In 1999, Winn Scharwatau released a book entitled "Time-based Security". He argued that time was an essential concept to security, as in 1999, the then zeitgeist was around building impenetrable networks. That was then subsequently penetrated. And he stated, "We should aim to design our networks, with the idea that our defenses will one day fail".

Winn suggested that a simple formula one could use is the time-based security formula.

P – Time taken for an attacker to breach your defenses
D – Time taken for you to detect the attacker
R – Time taken for you to respond to the threat.

While conceptually this formula worked, in 1999, the security community did not have enough information on attackers' behaviors. Furthermore, most networks were flat and unsegregated, which meant that the P time was relatively short, not to mention that detections and responses were in their infancy.

So while it worked in theory, in 1999 it wasn't practical.

However with modern improvements like Cyber Kill Chain, Vulnerability Scanning, MITRE ATT&CK, SOAR and just generally more information, we can have a more meaningful understanding of potential values for P, D & R.

For example, in "Nowhere to Hide, 2021 Threat Hunting Report: Insights from the Falcon OverWatch Team," Crowdstrike analysts looked at the length of time an adversary took in a network before they were able to move laterally.
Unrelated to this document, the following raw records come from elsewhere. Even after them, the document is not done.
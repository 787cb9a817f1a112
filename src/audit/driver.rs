//! The audit driver: the [`Audit`] builder, and the main thread's loop that starts a thread per lens
//! ([`super::lens_thread`]) and hands every step's measurements to the [`Recorder`].
//!
//! Why chunks: the lenses run at different speeds, and the recorder needs every lens's measurements of a step
//! together (a guaranteed bound is judged against the best estimate of the same step). So the threads run a
//! chunk of steps, the main thread records it, and the next chunk starts; the chunk length adapts so that a
//! chunk takes about a tenth of a second, which keeps the trace on disk close behind the run.
//!
//! An audit asked to attribute its error ([`Audit::attribute`]) runs the [`crate::attribution::Attribution`] of
//! the same scenario on one more thread, beside the lenses, and the recorder writes its record into the same
//! trace after the records of the step it measures: the chunks stop at that step until the record is there, so
//! the trace stays in step order.

use std::path::PathBuf;
use std::process::ExitCode;
use std::sync::mpsc::{channel, Receiver, Sender};
use std::time::{Duration, Instant};

use super::lens_thread::{self, AuditLens, ChunkResult, LensChannels};
use super::recorder::{LensInfo, Plan};
use super::{Error, ProgramFloat, RecordPolicy, Recorder, Scenario, Tolerance, RUN_ENV, TRACE_ENV};
use crate::attribution::AttributeOptions;
use crate::events::Collector;
use crate::sweep::{Sweep, SweepError, SweepOutcome, SweepPlan};
use crate::trace::{AttributionRecord, Trace};

/// A lens's thread body, instantiated for the lens type when it is added.
type LensRun<S> = fn(&S, &Plan, LensChannels);

/// The attribution thread's answer, awaited at the step it measures.
type Attributing = (u64, Receiver<Result<AttributionRecord, Error>>);

struct LensEntry<S> {
    info: LensInfo,
    run: LensRun<S>,
    /// Whether this thread collects the lens's events already (then its threads would wait for it forever).
    collected_here: fn() -> bool,
}

/// An audit of a scenario: which lenses, what tolerance, how many steps, where the trace goes.
///
/// ```ignore
/// fn main() -> std::process::ExitCode {
///     Audit::new(&rod, Tolerance::mixed(1e-12, 1e-9), 500)
///         .kernel("heat_step")
///         .lens::<Bound>()
///         .lens::<Shadow>()
///         .report()
/// }
/// ```
///
/// The scenario's float is the program's (`F`, inferred from the scenario: `f64`, or `f32` for a
/// `Scenario<f32>`, whose lenses are the binary32 ones, `docs/audit.md`).
pub struct Audit<'s, S, F> {
    scenario: &'s S,
    plan: Plan,
    lenses: Vec<LensEntry<S>>,
    /// The attribution to run beside the lenses, into the same trace ([`Audit::attribute_with`]).
    attribution: Option<AttributionHook<S>>,
    /// The precision sweep to run after the lenses, into the same trace ([`Audit::sweep`]).
    sweep: Option<SweepHook<S>>,
    float: std::marker::PhantomData<fn() -> F>,
}

/// An attribution of an audit's scenario: its options, and the attribution's run for the scenario's type, taken
/// where the scenario is known to be an f64 one ([`Audit::attribute_with`]) so that [`Audit::run`] stays generic.
struct AttributionHook<S> {
    options: AttributeOptions,
    run: fn(&S, &AttributeOptions, u64) -> Result<AttributionRecord, Error>,
}

/// A precision sweep of an audit's scenario: its plan, and the sweep's two calls for the scenario's type, taken
/// where the scenario is known to be an f64 one ([`Audit::sweep`]) so that [`Audit::run`] stays generic.
struct SweepHook<S> {
    plan: SweepPlan,
    validate: fn(&S, &Plan, SweepPlan) -> Result<(), SweepError>,
    run: fn(&S, &Plan, SweepPlan) -> Result<SweepOutcome, SweepError>,
}

impl<'s, S: Scenario> Audit<'s, S, f64> {
    /// Also attributes the error of the audit's last step to the kernel's source lines, with the defaults of
    /// [`AttributeOptions::new`]: the trace then carries an `attribution` record and every report a table of the
    /// lines that make the error, with the remedy where the pattern is known (`docs/attribution.md`).
    #[must_use]
    pub fn attribute(self) -> Self {
        self.attribute_with(AttributeOptions::new())
    }

    /// Attributes the error as `options` say (fewer steps than the audit, the lines to ablate, the fields that
    /// carry another with a remedy applied).
    #[must_use]
    pub fn attribute_with(mut self, options: AttributeOptions) -> Self {
        self.attribution =
            Some(AttributionHook { options, run: |scenario, options, step| options.runner(scenario, step).run() });
        self
    }

    /// Adds the certified lens ([`crate::lens::Certified`], 8 list slots): on its own thread, the driver seeds
    /// every input before each step and condenses every value after it (`docs/lenses.md`, "Certified"), so its
    /// bound is a guarantee that lasts the time loop; the route between steps is chosen from the measured growth.
    /// The same as `.lens::<Certified>()`; [`Audit::certified_with`] sets the route, anchors or colouring.
    #[must_use]
    pub fn certified(self) -> Self {
        self.lens::<crate::lens::Certified>()
    }

    /// Adds the certified lens with these certificate options (a certified lens added with [`Audit::lens`], of any
    /// capacity, takes them too).
    #[must_use]
    pub fn certified_with(mut self, options: crate::certificate::CertificateOptions) -> Self {
        self.plan.certificate = options;
        self.lens::<crate::lens::Certified>()
    }

    /// Also runs the precision sweep of `plan` ([`crate::sweep`]) — the same scenario, tolerance, steps (unless the
    /// plan audits fewer) and horizon, as if the program computed in each of the plan's formats — after the lenses,
    /// and appends its `format_run` and `sweep` records to this audit's trace, so one trace carries the lens audit
    /// and the sweep and the report names the least precision. Each format's run writes its own trace beside it
    /// (`NAME.FORMAT.jsonl`). The plan is checked with everything else before any file is created.
    #[must_use]
    pub fn sweep(mut self, plan: SweepPlan) -> Self {
        self.sweep = Some(SweepHook {
            plan,
            validate: |scenario, audit, plan| Sweep::attached(scenario, audit, plan).validate(),
            run: |scenario, audit, plan| Sweep::attached(scenario, audit, plan).run(),
        });
        self
    }
}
They called this the "breakout time".

They found that the average breakout time was 1 hour 32 minutes in the past year. The report adds that "OverWatch found that in 36% of those intrusions, the adversary was able to move laterally to additional hosts in less than 30 minutes."

Ultimately, we may never know how long an attacker needs to be on our network to achieve their goal; however, we should prioritize improving our incident response to limit their time on our network.

Incident Response Engineering is the discipline of improving your response to a threat.